All that should come back is the lines of the data below from the one containing "return s.zstd.Close()" to the one containing "return r.Reading.From, true", inclusive, exactly as they stand.

[Stored data entries]
****

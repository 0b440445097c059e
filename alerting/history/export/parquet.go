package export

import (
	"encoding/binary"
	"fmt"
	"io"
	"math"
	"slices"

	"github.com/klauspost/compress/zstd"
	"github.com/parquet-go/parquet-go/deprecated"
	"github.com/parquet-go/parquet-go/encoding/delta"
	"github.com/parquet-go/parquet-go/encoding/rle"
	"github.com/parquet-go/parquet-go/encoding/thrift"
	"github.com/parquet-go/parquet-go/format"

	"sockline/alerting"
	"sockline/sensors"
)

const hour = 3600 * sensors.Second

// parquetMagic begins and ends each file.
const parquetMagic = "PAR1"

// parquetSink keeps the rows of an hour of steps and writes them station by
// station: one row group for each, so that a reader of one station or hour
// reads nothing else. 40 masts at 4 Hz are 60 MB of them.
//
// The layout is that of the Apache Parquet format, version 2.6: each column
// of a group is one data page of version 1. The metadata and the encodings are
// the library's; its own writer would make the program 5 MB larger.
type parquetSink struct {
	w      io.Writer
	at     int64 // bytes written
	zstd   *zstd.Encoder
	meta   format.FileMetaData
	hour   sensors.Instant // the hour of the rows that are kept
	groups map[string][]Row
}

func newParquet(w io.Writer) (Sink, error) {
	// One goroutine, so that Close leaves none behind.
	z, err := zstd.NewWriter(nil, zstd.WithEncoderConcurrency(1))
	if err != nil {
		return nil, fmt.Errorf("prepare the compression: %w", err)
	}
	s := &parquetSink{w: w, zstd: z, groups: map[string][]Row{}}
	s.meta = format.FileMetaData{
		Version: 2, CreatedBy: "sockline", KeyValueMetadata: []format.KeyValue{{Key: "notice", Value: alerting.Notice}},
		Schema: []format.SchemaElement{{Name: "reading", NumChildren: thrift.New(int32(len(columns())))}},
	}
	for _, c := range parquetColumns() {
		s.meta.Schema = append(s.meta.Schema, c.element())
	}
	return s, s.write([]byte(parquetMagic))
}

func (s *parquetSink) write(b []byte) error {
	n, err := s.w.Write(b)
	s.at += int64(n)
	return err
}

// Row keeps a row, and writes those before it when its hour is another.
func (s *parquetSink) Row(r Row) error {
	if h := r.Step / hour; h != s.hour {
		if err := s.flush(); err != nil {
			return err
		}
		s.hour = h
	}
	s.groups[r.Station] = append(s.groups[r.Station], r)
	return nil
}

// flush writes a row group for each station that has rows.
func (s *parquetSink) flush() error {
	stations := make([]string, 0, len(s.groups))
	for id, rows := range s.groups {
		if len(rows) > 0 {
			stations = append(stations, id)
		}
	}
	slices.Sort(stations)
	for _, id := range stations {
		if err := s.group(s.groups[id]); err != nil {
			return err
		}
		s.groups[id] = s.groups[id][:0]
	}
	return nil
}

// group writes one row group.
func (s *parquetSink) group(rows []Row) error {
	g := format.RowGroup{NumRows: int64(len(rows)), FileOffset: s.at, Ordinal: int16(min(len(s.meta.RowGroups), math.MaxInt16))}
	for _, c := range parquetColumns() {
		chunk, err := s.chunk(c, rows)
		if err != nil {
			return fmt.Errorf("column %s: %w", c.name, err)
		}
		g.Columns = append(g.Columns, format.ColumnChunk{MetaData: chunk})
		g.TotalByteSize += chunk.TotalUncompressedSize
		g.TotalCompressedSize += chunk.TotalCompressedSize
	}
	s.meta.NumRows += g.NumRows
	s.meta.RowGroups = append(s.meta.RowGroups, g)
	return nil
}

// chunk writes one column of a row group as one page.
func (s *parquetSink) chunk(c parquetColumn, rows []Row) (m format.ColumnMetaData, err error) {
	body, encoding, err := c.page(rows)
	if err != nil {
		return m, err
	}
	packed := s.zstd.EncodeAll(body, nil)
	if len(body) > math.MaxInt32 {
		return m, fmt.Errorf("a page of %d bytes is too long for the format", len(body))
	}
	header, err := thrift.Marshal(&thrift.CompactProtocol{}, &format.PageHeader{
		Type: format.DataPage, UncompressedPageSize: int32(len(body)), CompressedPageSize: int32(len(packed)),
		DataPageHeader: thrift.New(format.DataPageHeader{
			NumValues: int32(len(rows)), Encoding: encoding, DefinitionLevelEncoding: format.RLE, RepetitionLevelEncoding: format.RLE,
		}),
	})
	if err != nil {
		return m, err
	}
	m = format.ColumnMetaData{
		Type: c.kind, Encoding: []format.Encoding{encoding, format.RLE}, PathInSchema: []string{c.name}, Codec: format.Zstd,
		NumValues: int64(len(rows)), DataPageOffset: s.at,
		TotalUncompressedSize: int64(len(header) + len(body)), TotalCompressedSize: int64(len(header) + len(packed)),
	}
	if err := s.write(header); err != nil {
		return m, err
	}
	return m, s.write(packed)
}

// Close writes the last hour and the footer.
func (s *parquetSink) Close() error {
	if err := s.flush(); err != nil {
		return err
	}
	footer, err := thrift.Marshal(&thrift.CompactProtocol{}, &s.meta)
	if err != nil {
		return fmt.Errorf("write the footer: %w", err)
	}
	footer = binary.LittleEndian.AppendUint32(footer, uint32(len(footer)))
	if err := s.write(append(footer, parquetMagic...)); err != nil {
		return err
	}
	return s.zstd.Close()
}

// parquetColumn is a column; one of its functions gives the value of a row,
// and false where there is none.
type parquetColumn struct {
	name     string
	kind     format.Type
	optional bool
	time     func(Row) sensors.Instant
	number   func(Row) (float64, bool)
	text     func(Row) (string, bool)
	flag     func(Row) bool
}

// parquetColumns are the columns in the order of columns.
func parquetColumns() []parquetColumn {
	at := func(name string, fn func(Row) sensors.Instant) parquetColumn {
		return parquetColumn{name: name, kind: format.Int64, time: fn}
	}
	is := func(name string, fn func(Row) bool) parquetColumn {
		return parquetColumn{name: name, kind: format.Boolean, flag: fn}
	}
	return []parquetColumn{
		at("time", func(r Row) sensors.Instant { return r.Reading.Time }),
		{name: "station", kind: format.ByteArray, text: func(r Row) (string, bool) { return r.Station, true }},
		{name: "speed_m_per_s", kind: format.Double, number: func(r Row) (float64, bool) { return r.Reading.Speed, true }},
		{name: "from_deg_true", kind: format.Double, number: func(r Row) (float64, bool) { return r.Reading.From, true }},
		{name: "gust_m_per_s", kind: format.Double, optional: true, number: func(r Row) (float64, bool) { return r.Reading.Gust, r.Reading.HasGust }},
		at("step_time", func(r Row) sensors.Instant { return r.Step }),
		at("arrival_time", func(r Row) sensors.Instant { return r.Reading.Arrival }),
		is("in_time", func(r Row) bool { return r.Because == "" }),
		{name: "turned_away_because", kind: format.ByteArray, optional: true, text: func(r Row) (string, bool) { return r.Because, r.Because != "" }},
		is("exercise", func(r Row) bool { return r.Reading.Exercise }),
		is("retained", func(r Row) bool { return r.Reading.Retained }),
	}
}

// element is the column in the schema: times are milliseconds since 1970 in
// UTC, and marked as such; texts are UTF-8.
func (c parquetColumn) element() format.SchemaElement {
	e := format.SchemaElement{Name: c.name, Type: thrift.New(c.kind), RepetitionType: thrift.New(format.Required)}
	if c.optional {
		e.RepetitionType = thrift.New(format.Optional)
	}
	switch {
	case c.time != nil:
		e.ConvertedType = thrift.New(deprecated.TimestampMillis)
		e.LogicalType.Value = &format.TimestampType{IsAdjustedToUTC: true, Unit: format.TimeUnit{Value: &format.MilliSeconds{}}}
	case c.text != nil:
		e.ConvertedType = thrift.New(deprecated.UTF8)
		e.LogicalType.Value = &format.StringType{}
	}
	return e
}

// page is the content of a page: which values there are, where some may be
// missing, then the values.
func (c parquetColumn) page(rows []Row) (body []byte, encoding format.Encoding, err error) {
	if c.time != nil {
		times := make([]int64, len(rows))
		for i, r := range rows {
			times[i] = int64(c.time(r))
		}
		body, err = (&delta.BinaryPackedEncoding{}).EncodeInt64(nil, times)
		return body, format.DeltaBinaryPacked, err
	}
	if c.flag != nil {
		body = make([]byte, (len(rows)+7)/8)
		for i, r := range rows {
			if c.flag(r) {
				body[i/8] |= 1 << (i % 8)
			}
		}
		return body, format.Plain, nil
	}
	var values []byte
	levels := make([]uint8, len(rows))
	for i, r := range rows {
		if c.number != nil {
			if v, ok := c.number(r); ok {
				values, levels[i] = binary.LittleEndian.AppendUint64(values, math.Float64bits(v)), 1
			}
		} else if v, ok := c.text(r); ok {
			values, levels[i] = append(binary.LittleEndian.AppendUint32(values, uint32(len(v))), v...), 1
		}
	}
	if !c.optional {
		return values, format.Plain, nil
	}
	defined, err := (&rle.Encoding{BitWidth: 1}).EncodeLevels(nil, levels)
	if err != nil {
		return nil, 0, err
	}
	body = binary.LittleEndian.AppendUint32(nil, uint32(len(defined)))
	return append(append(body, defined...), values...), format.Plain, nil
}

****

Written solution:
	return s.zstd.Close()
}

// parquetColumn is a column; one of its functions gives the value of a row,
// and false where there is none.
type parquetColumn struct {
	name     string
	kind     format.Type
	optional bool
	time     func(Row) sensors.Instant
	number   func(Row) (float64, bool)
	text     func(Row) (string, bool)
	flag     func(Row) bool
}

// parquetColumns are the columns in the order of columns.
func parquetColumns() []parquetColumn {
	at := func(name string, fn func(Row) sensors.Instant) parquetColumn {
		return parquetColumn{name: name, kind: format.Int64, time: fn}
	}
	is := func(name string, fn func(Row) bool) parquetColumn {
		return parquetColumn{name: name, kind: format.Boolean, flag: fn}
	}
	return []parquetColumn{
		at("time", func(r Row) sensors.Instant { return r.Reading.Time }),
		{name: "station", kind: format.ByteArray, text: func(r Row) (string, bool) { return r.Station, true }},
		{name: "speed_m_per_s", kind: format.Double, number: func(r Row) (float64, bool) { return r.Reading.Speed, true }},
		{name: "from_deg_true", kind: format.Double, number: func(r Row) (float64, bool) { return r.Reading.From, true }},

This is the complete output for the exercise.